Update 2

The first update for this week (3-9 March, 2008). I spent the most of my time on the implementation of the system outlined in the last update.

Completed Modules

Most of the different blocks were roughly complete. The first few days were spent on testing, debugging and integration. So as of today, the following modules are complete:

  • Term weightage. This works for both the input message and synonyms.
  • Synonyms. Fetching synonyms works without a hitch.
  • POS Tagger. Input messages are tagged and the contextual form is stored appropriately.

Progress on integration

I have defined some global variables to manage the settings easier. They are:

  • NUMBEROFKEYWORDS. Currently set to 3; the number of keywords selected from the input message.
  • NUMBEROFSYNONYMS. Currently set to 1; the number of synonyms selected for each word.
  • NUMBEROFLINES. Currently set to 3; the maximum number of poetry lines selected for each word.
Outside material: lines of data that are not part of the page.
namespace Fleet.Estimation.Filtering;

/// <summary>
/// 3-D constant-velocity process model, state (x, y, z, vx, vy, vz) in the site frame (m, m/s).
/// Continuous white-noise acceleration with power spectral density q (m²/s³) per axis gives, per axis,
/// Q = q·[[dt³/3, dt²/2], [dt²/2, dt]] (Bar-Shalom, Li &amp; Kirubarajan 2001, §6.2; from memory).
/// </summary>
public static class ConstantVelocityModel
{
    public const int StateDimension = 6;

    /// <summary>Transition matrix F (6×6 row-major) for a step of <paramref name="dt"/> seconds.</summary>
    public static void Transition(double dt, Span<double> f)
    {
        f[..36].Clear();
        for (var i = 0; i < 6; i++)
        {
            f[(i * 6) + i] = 1.0;
        }

        for (var i = 0; i < 3; i++)
        {
            f[(i * 6) + i + 3] = dt;
        }
    }

    /// <summary>
    /// Process noise Q (6×6 row-major) for a step of <paramref name="dt"/> seconds; <paramref name="qHorizontal"/> applies
    /// to x and y, <paramref name="qVertical"/> to z (both m²/s³).
    /// </summary>
    public static void ProcessNoise(double dt, double qHorizontal, double qVertical, Span<double> q)
    {
        q[..36].Clear();
        var dt2 = dt * dt;
        var dt3 = dt2 * dt;
        for (var i = 0; i < 3; i++)
        {
            var qi = i < 2 ? qHorizontal : qVertical;
            q[(i * 6) + i] = qi * dt3 / 3.0;
            q[(i * 6) + i + 3] = qi * dt2 / 2.0;
            q[((i + 3) * 6) + i] = qi * dt2 / 2.0;
            q[((i + 3) * 6) + i + 3] = qi * dt;
        }
    }
}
Except for the POS tagger, the modules above have been integrated and tested. For instance, given a phrase or message, the QueryHandler class will perform the following by calling the appropriate classes and functions:

  • Tag the message. The POS tagger is called, and it appends the appropriate tag to each word in the message. These tags are then read and extracted by the Tagger class.
  • Find and select significant words. Assign a tf-idf weight to each word in the message, and pick the most relevant ones.
  • Fetch synonyms for these words. Fetch synonyms from thefreedictionary.com for these words.
  • Find and select significant words from this augmented set. Once again, assign a tf-idf weight to all the synonyms and pick the most significant one.
  • Select poetry lines in the database where the weight of the word is maximum. A quick note here: I am working on integrating the POS tags in the query at this stage.

Work in progress

The final step is to take into account the emotional weight of the message. This is a separate module, and is currently the focus of my work for the rest of this week.